Take the line containing "x1, y1, x2, y2 = (float(v)" as the first and the last line of the records below as the end, and please set down only what lies between them exactly, both ends included.
• • •
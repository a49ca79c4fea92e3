"""An audit that fails on clean output teaches people to ignore it: after `process` (default style,
stick figures on grey) the demo clip and every synthetic clip the tests use audit clean, while the
same clip unredacted fails.

People in the synthetic clips come from scikit-image's stills loaded from the installed package
(`astronaut()`: public domain, NASA; `camera()`: CC0, Lav Varshney); the demo scene is invented
(demo_clips/README.md). The audit's detectors are independent of the redaction's pose model run:
MediaPipe BlazeFace (Apache-2.0) for faces and the float32 pose model at 960 px for people
(redact.redaction.audit). The synthetic clips are scanned frame by frame; the demo (1280×720,
about 270 frames) every 2nd frame, to keep the suite within its time on two shared cores (every
frame was scanned once by hand: 0 faces, 0 persons, 14 figure detections on the fill).
"""

from __future__ import annotations

import pytest
from conftest import crossing_spec, make_clip
from test_stride import held_out_spec

from redact.cli.cmd_process import demo_clip
from redact.pipeline import process_video
from redact.provenance.signing import Signer
from redact.redaction.audit import AuditSettings, audit_video

SEED = bytes(range(32))
SPECS = {
    "crossing 320x240 (conftest)": lambda: crossing_spec(),
    "crossing 640x360 (test_audit)": lambda: crossing_spec(640, 360, seconds=1.0),
    "crossing seed 1 (test_batch)": lambda: crossing_spec(seconds=1.0, seed=1),
    "held-out walkers (test_stride)": held_out_spec,
}


def _check(source, out, step: int, unredacted_step: int) -> None:
    result = process_video(source, out, Signer.from_seed(SEED))
    clean = audit_video(result.video, settings=AuditSettings(step=step))
    found = [(f.frame, len(f.faces), len(f.persons)) for f in clean.frames if f.has_findings]
    assert clean.passed and clean.faces == 0 and clean.persons == 0, found
    assert clean.frames_scanned == -(-clean.frames_decoded // step)
    raw = audit_video(source, settings=AuditSettings(step=unredacted_step))
    assert not raw.passed and raw.faces > 0 and raw.persons > 0


@pytest.mark.parametrize("name", sorted(SPECS))
def test_synthetic_clip_audits_clean_after_process_and_fails_unredacted(tmp_path, name):
    clip = make_clip(tmp_path, "clip.mp4", SPECS[name]())
    _check(clip.path, tmp_path / "out", step=1, unredacted_step=5)


def test_demo_audits_clean_after_process_and_fails_unredacted(tmp_path):
    _check(demo_clip(), tmp_path / "out", step=2, unredacted_step=25)
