class Geometry(Protocol):
    """An area of a frame: its clipped bounding rectangle (x0, y0, x1, y1; x1, y1 exclusive), a
    characteristic size in pixels (scales blur and pixel blocks) and its pixels over the rectangle."""

    @property
    def rect(self) -> tuple[int, int, int, int]: ...

    @property
    def size(self) -> float: ...

    @property
    def empty(self) -> bool: ...

    def crop_mask(self) -> np.ndarray: ...


def _rect_empty(rect: tuple[int, int, int, int]) -> bool:
    x0, y0, x1, y1 = rect
    return x1 <= x0 or y1 <= y0


@dataclass(frozen=True)
class MaskArea:
    """Pixels of a bool mask crop [y1-y0, x1-x0] over rect (x0, y0, x1, y1); size: the region's
    characteristic size (by default the rectangle's shorter side)."""

    rect: tuple[int, int, int, int]
    crop: np.ndarray
    size: float

    def __post_init__(self) -> None:
        x0, y0, x1, y1 = (int(v) for v in self.rect)
        crop = np.ascontiguousarray(self.crop, bool)
        if crop.shape != (max(0, y1 - y0), max(0, x1 - x0)):
            raise RedactError(f"mask area: crop {list(crop.shape)} does not match rect {[x0, y0, x1, y1]}")
        crop.flags.writeable = False
        object.__setattr__(self, "rect", (x0, y0, x1, y1))
        object.__setattr__(self, "crop", crop)
        object.__setattr__(self, "size", float(self.size))

    @staticmethod
    def from_mask(mask: np.ndarray) -> MaskArea:
        """The set pixels of a full-frame bool mask [H, W], over their bounding rectangle."""
        m = np.asarray(mask, bool)
        ys, xs = np.nonzero(m.any(axis=1))[0], np.nonzero(m.any(axis=0))[0]
        if not len(ys):
            return MaskArea((0, 0, 0, 0), np.zeros((0, 0), bool), 0.0)
        x0, y0, x1, y1 = int(xs[0]), int(ys[0]), int(xs[-1]) + 1, int(ys[-1]) + 1
        return MaskArea((x0, y0, x1, y1), m[y0:y1, x0:x1], float(min(x1 - x0, y1 - y0)))

    @property
    def empty(self) -> bool:
        return _rect_empty(self.rect) or not self.crop.any()

    def crop_mask(self) -> np.ndarray:
        return self.crop


@dataclass(frozen=True)
class BoxArea:
    """Whole pixels columns x0..x1-1, rows y0..y1-1 (already clipped to the frame); size: the
    characteristic size (by default the shorter side)."""

    rect: tuple[int, int, int, int]
    size: float = -1.0

    def __post_init__(self) -> None:
        x0, y0, x1, y1 = (int(v) for v in self.rect)
        object.__setattr__(self, "rect", (x0, y0, x1, y1))
        size = float(self.size)
        object.__setattr__(self, "size", size if size >= 0 else float(max(0, min(x1 - x0, y1 - y0))))

    @staticmethod
    def clipped(box: np.ndarray | tuple[float, float, float, float], width: int, height: int) -> BoxArea:
        """The whole pixels a box x1,y1,x2,y2 (float pixels) touches, clipped to the frame."""
        x1, y1, x2, y2 = (float(v) for v in box)
        if not all(math.isfinite(v) for v in (x1, y1, x2, y2)):
            raise RedactError("a box to obscure is not finite; the frame cannot be redacted safely")
        return BoxArea((max(0, math.floor(x1)), max(0, math.floor(y1)),
                        min(width, math.ceil(x2)), min(height, math.ceil(y2))))

    @property
    def empty(self) -> bool:
        return _rect_empty(self.rect)

    def crop_mask(self) -> np.ndarray:
        x0, y0, x1, y1 = self.rect
        return np.ones((max(0, y1 - y0), max(0, x1 - x0)), bool)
• • •
= SOLUTION BELOW =
        x1, y1, x2, y2 = (float(v) for v in box)
        if not all(math.isfinite(v) for v in (x1, y1, x2, y2)):
            raise RedactError("a box to obscure is not finite; the frame cannot be redacted safely")
        return BoxArea((max(0, math.floor(x1)), max(0, math.floor(y1)),
                        min(width, math.ceil(x2)), min(height, math.ceil(y2))))

    @property
    def empty(self) -> bool:
        return _rect_empty(self.rect)

    def crop_mask(self) -> np.ndarray:
        x0, y0, x1, y1 = self.rect
        return np.ones((max(0, y1 - y0), max(0, x1 - x0)), bool)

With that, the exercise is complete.